Help Them Strengthen Weaknesses in Their Belief Systems
Next, identify the team’s beliefs about dispensing and new business development. Once those beliefs are identified, you must be willing to provide resources to address weak spots.  What do I mean by weak spots?  Objective Management Group, a company specializing in sales-force evaluations, identifies several issues that can sabotage performance. With disappointing results, motivation can quickly erode.

Dispensing professionals who are uncomfortable talking about money during the sales process are 25% less effective than their counterparts.  The firm finds that 55% of salespeople assessed demonstrate a money weakness.  Aside from the actual evaluation tool, one may detect a money weakness from a dispensing professional who continually reports that clients don’t have enough money money.  Or they frequently ask management to lower prices in order to close the deal.

Another belief-system glitch is a strong need for approval.  Dispensing professionals who find it difficult to ask tough, business-appropriate questions and fear rejection are 35% less effective than their counterparts.  They may have a full pipeline, but very little ever seems to leave it.  OMG finds that 45% of the sales people they evaluate have this weakness.

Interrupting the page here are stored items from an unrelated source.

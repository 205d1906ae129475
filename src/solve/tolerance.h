/* tolerance.h - permissible residual unbalance and its share per plane or bearing.
 *
 * The limits of the allocation and the API rule are given as they are commonly quoted; whoever
 * accepts a machine by them checks the current edition of the standard.
 */
#ifndef LOPSIDE_SOLVE_TOLERANCE_H
#define LOPSIDE_SOLVE_TOLERANCE_H

#include <stdbool.h>

/* ISO 21940-11:2016 (before: ISO 1940-1): U_per = G m / Omega, kg m. grade in mm/s (6.3), mass kg,
 * rpm > 0. */
double tolerance_grade(double grade_mm_s, double mass, double rpm);

/* API 610/611/612/617/684: 4 W/N oz in with W lb, which is 6350 W/N g mm with W kg: kg m for one
 * plane whose journal carries `journal_load` kg. */
double tolerance_api_4wn(double journal_load, double rpm);

/* Static load of bearings A and B as fractions of the weight, by the lever rule: span > 0, centre
 * of mass at `centre` from A towards B (both m). An overhung mass gives one above 1 and one below
 * 0. */
void tolerance_loads(double span, double centre, double share[2]);

/* ISO 21940-11 allocation to bearings A and B as fractions of U_per: lever rule on absolute
 * distances, held within 0.3..0.7 between bearings and 0.3..1.3 overhung (limits from memory). */
void tolerance_shares(double span, double centre, bool overhung, double share[2]);

#endif
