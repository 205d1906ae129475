/* outlook.h - what lies ahead with the placed weights: forecasts and residual unbalance. */
#ifndef LOPSIDE_SOLVE_OUTLOOK_H
#define LOPSIDE_SOLVE_OUTLOOK_H

#include "solve/answer.h"

/* Fills forecasts and residuals of an answer for its placed_weights (all zero before answer_place:
 * as mounted). The 95 % range of the next reading holds the posterior of the vibration, the scatter
 * from run to run and what a reading is usually off by. ANSWER_OK or ANSWER_NO_MEMORY. */
int outlook_fill(struct answer *answer) __attribute__((warn_unused_result));

#endif
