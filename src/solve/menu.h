/* menu.h - what the sheet allows on one plane, as lists for the placement search. */
#ifndef LOPSIDE_SOLVE_MENU_H
#define LOPSIDE_SOLVE_MENU_H

#include "solve/place.h"
#include "stream/job.h"

struct menu { /* all owned */
    double *angles, *masses, *held;
    int *counts;
    int *index; /* of each angle among the plane's free positions; -1: none, it may be any angle */
};

struct menu_arc { /* directions within `half_deg` of `centre_deg`, against rotation */
    double centre_deg, half_deg;
};

/* Room for so many angles (position_count, or the whole degrees) and all pieces of the plane. 0, or
 * -1: no memory; release it in any case. */
int menu_init(struct menu *menu, const struct job_plane *plane) __attribute__((warn_unused_result));
#define MENU_ANGLES_MOST(plane) ((plane)->any_position ? 360 : (plane)->position_count)

/* What may stand at one position of a plane, kg: the deepest hole is a limit, too. INFINITY:
 * anything. */
double menu_most(const struct job_plane *plane);

/* Fills `menu` (new; release it in any case) and `to`, which borrows from it and from the job: free
 * positions, within `arc` only unless that is NULL, pieces in stock, limits, and what the run that
 * stays mounted has there. Where nothing at all may be put the plane has one position that takes no
 * mass. 0, or -1: no memory. */
int menu_fill(const struct job *job, size_t plane, const struct menu_arc *arc, struct menu *menu,
              struct place_plane *to) __attribute__((warn_unused_result));

/* The items of a placement on that plane, found over the menu's angles, get their place among all
 * free positions. */
void menu_number(const struct menu *menu, size_t plane, struct place_choice *choice);

void menu_release(struct menu *menu); /* safe on zeros */

#endif
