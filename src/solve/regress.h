/* regress.h - the complex linear regression of one row: readings on [1, equivalent weights].
 *
 * y[i] = Z0 + sum_p A[p] x[i][p] + scatter, scatter of covariance cov[i]. The covariances need not
 * be circular, so the least squares is done on stacked real and imaginary parts (Goodman, ASME J.
 * Eng. Ind. 86 (1964) 273-279, for the complex unweighted form). LAPACK's singular value
 * decomposition does the algebra and judges the rank.
 */
#ifndef LOPSIDE_SOLVE_REGRESS_H
#define LOPSIDE_SOLVE_REGRESS_H

#include <complex.h>
#include <stdbool.h>
#include <stddef.h>

#include "solve/posterior.h"

struct regress_data {
    size_t count, planes;
    const double complex *y; /* count readings, SI peak, argument is lag */
    const double complex *x; /* count x planes equivalent weights, kg; row-major */
    const double (
        *cov)[3]; /* count: [var re, cov, var im] of each reading, scatter between runs included */
    double scale; /* SI, > 0: an amplitude of the row's size. Variances below (1e-9 scale)^2
                     count as that, so that exact readings weigh alike */
    /* What is known of responses beforehand, each independent of the readings: as many as
     * `prior_count` (0: none), no plane twice. A response enters as one more reading: of its effect
     * at the mass that the runs use. */
    size_t prior_count;
    const size_t *prior_plane;    /* which response */
    const double complex *prior;  /* SI per kg */
    const double (*prior_cov)[3]; /* [var re, cov, var im], (SI per kg)^2 */
};

enum regress_error {
    REGRESS_OK = 0,
    REGRESS_NO_MEMORY = -1,
    REGRESS_FAILED = -2,
    REGRESS_NAN = -3
};

/* Fits the row. `p` (uninitialised) becomes the posterior, flat where there is no prior, new; its
 * dof is infinite. With rank < unknowns the solution is the shortest one (columns at unit length)
 * and known[] tells which unknowns it determines. */
int regress_fit(const struct regress_data *data, struct posterior *p)
    __attribute__((warn_unused_result));

/* Rank of [1, x] for these runs where the responses of planes with held[p] are known beforehand
 * (held NULL: none): those count as found; columns at unit length; singular values below 1e-6 of
 * the largest count as zero (a weight is not known to six digits). Negative: an error. */
int regress_rank(size_t count, size_t planes, const double complex *x, const bool *held)
    __attribute__((warn_unused_result));

/* The largest residual over its standard error (root of its complex variance) and which reading has
 * it. NaN where no run is spare: each residual is then zero whatever the readings. */
double regress_misfit(const struct regress_data *data, const struct posterior *p, size_t *which);

#endif
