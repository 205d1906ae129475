#include "solve/holes.h"

#include <math.h>
#include <stdio.h>

#include "base/angle.h"
#include "solve/sits.h"

struct close { /* the closest two so far */
    double distance, angles_deg[2];
    const char *what; /* the second of them is */
    size_t plane;
};

double holes_distance(double radius, double apart_deg)
{
    return 2 * radius * sin(fabs(angle_wrap_180(apart_deg)) / 2 * PI / 180);
}

static void compare(const struct answer *a, const struct place_item *item, double angle_deg,
                    const char *what, struct close *closest)
{
    double apart = fabs(angle_wrap_180(item->angle_deg - angle_deg));
    double distance = holes_distance(a->model->job->planes[item->plane].radius_m, apart);
    if (apart > SITS_NEAR_DEG && distance < closest->distance)
        *closest = (struct close){distance, {item->angle_deg, angle_deg}, what, item->plane};
}

static void compare_all(const struct answer *a, size_t i, struct close *closest)
{
    const struct place_item *items = a->placement.best.items, *item = &items[i];
    const struct job *job = a->model->job;
    const struct job_plane *plane = &job->planes[item->plane];
    for (size_t k = 0; k < i; k++)
        if (items[k].plane == item->plane)
            compare(a, item, items[k].angle_deg, "", closest);
    for (size_t k = 0; k < plane->position_count; k++)
        if (plane->positions[k].taken)
            compare(a, item, plane->positions[k].angle_deg, ", which is taken,", closest);
    const struct job_run *mounted = job->aim.mounted < 0 ? NULL : &job->runs[job->aim.mounted];
    for (size_t k = 0; mounted && k < mounted->weight_count; k++)
        if (mounted->weights[k].plane == item->plane && mounted->weights[k].mounted_mass < 0)
            compare(a, item, mounted->weights[k].angle_deg, ", which stays,", closest);
}

bool holes_overlap(const struct answer *a, struct advice_finding *f)
{
    const struct job *job = a->model->job;
    struct close closest = {.distance = INFINITY};
    for (size_t i = 0; i < a->placement.best.count; i++) {
        const struct job_plane *plane = &job->planes[a->placement.best.items[i].plane];
        struct close here = {.distance = INFINITY};
        if (plane->work == WORK_REMOVE && plane->hole_m > 0)
            compare_all(a, i, &here);
        if (here.distance < plane->hole_m * (1 - 1e-9) && here.distance < closest.distance)
            closest = here;
    }
    if (isinf(closest.distance))
        return false;
    const struct job_plane *plane = &job->planes[closest.plane];
    double sense = job->angles == SENSE_WITH ? -1 : 1;
    *f = (struct advice_finding){.check = "hole-spacing",
                                 .unit = "mm",
                                 .basis = "geometry",
                                 .verdict = ADVICE_CAUTION,
                                 .run = -1,
                                 .sensor = -1,
                                 .value = 1e3 * closest.distance,
                                 .limit = 1e3 * plane->hole_m};
    snprintf(f->text, sizeof f->text,
             "on '%s' the hole at %.1f deg is only %s mm from the one at %.1f deg%s %s, centre to "
             "centre, and each is %s mm wide: they would run into each other; name positions that "
             "are further apart",
             plane->name, angle_wrap_360(sense * closest.angles_deg[0]),
             judge_figure(1e3 * closest.distance, 2).text,
             angle_wrap_360(sense * closest.angles_deg[1]), closest.what, job_sense_text(job),
             judge_figure(1e3 * plane->hole_m, 2).text);
    return true;
}
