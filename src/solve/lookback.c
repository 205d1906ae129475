#include "solve/lookback.h"

#include <math.h>
#include <stdlib.h>
#include <string.h>

#include "solve/regress.h"
#include "solve/stored.h"

int lookback_row(const struct model_row *row, size_t planes, size_t run, struct lookback *out)
{
    struct model_row part = *row;
    size_t at = 0;
    part.count = 0;
    while (part.count < row->count && row->runs[part.count] < run)
        part.count++;
    at = part.count;
    if (at == row->count || row->runs[at] != run)
        return 0;
    memset(&part.posterior, 0, sizeof part.posterior);
    part.misfit = part.changed = NAN;
    part.stored = calloc(planes + 1, sizeof *part.stored);
    if (!part.stored)
        return REGRESS_NO_MEMORY;
    for (size_t p = 0; p < planes; p++)
        part.stored[p] = row->stored[p];
    int result = stored_fit(&part, planes);
    if (result == REGRESS_OK && part.posterior.rank == planes + 1) {
        double cov[3];
        out->measured = row->y[at];
        out->bare = part.posterior.mean[0];
        out->predicted = posterior_predict(&part.posterior, row->x + at * planes, cov);
        double variance = cov[0] + cov[2] + row->total[at][0] + row->total[at][2];
        double least = 1e-9 * row->as_found; /* exact readings are known to nine digits */
        out->se = cabs(out->measured - out->predicted) / sqrt(fmax(variance, least * least));
        result = 1;
    }
    posterior_release(&part.posterior);
    free(part.stored);
    return result;
}
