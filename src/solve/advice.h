/* advice.h - the stage's own findings and the next step, in words. */
#ifndef LOPSIDE_SOLVE_ADVICE_H
#define LOPSIDE_SOLVE_ADVICE_H

#include <stdbool.h>
#include <stddef.h>

#include "solve/answer.h"
#include "solve/judge.h"
#include "solve/ruling.h"

struct advice_finding {
    const char *check, *unit, *basis; /* static */
    enum judge_verdict verdict;
    int run, sensor; /* -1: none */
    double value, limit;
    char text[400];
};

struct advice_trial {           /* of one plane */
    double wanted, mass, force; /* kg: by the rule, and from stock; N. NaN: not known */
    int sensor; /* a stored response says that this sensor will change most, whatever its speed; -1
                 */
    double effect; /* by so much, SI peak in its own quantity */
};

struct advice_next {
    const char *step; /* static: "trial", "correct", "trim", "repeat", "done" */
    char text[400];   /* what a `next` record holds */
    char reason[300]; /* for standard error where there is no answer; else "" */
};

/* Condition number; names the planes that cannot be told apart and the run that would. False where
 * there is one plane only and nothing to say. */
bool advice_conditioning(const struct answer *answer, struct advice_finding *finding);

/* Force of what is placed on a plane against the static journal load. False: not known. */
bool advice_force(const struct answer *answer, size_t plane, struct advice_finding *finding);

/* Trial weights by the 10 % practice, one per plane. */
void advice_trials(const struct job *job, struct advice_trial *trials);

/* The run up to which the machine has been corrected: aim.mounted, else the last with readings, if
 * it carries weights and the runs of its condition before it could already be solved; -1: no
 * correction has run yet, -2: no memory. */
int advice_corrected_run(const struct model *model) __attribute__((warn_unused_result));

/* True where that run's readings meet every target of the aim or, without targets, the residual
 * meets the tolerance (needs outlook_fill with nothing placed). */
bool advice_is_done(const struct answer *answer, int run);

/* True for a refusal that by itself says why there is no correction. */
bool advice_is_final(const struct advice_finding *finding);

/* The refusal `correction`: why no correction exists, out of the reason of the next step. */
void advice_no_correction(const struct advice_next *next, struct advice_finding *finding);

/* The next step in each case. */
void advice_trial_step(const struct model *model, struct advice_next *next);
void advice_repeat_step(const struct model *model, const struct ruling *ruling,
                        struct advice_next *next);
void advice_missing_step(const struct model *model, const struct ruling *ruling,
                         struct advice_next *next);
void advice_refused_step(const struct advice_finding *finding, struct advice_next *next);
void advice_useless_step(const struct answer *answer, struct advice_next *next);
void advice_done_step(const struct answer *answer, int run, bool met, struct advice_next *next);

#endif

If your people have an intense desire to be successful and are unconditionally committed to success, one of your roles as a manager is to provide resources to help them maximize every opportunity.  In teaching them how to overcome their own fears and weaknesses, such as a money weakness or a need for approval, you create an environment where success breeds success. 

OMG assessment has been the most helpful tool I’ve found for understanding core beliefs that drive highly influential behavior.  After you uncover your salespeople’s unsupportive beliefs, you can “surgically” coach them and provide tools to help them be successful. (If you’d like more information on this, refer to my article “Coaching for Dollars.”)

Kevin, a knowledgeable sales person at a start-up medical software company, was very discouraged and ready to quit. Exceeding the 2004 revenue target seemed impossible.  Frustrated, he confessed that could not close deals he had gotten into the pipeline.  Prospects seemed to have either “no money” or “not enough budget”.  When questioned, he admitted that he viewed discussing money as “impolite” and “none of his business”.  After a couple of months of training and coaching, Kevin’s comfort level soared, and he continues to close larger and larger deals. He surpassed his 2004 target and has a solid foundation for over-achieving his 2005 goals.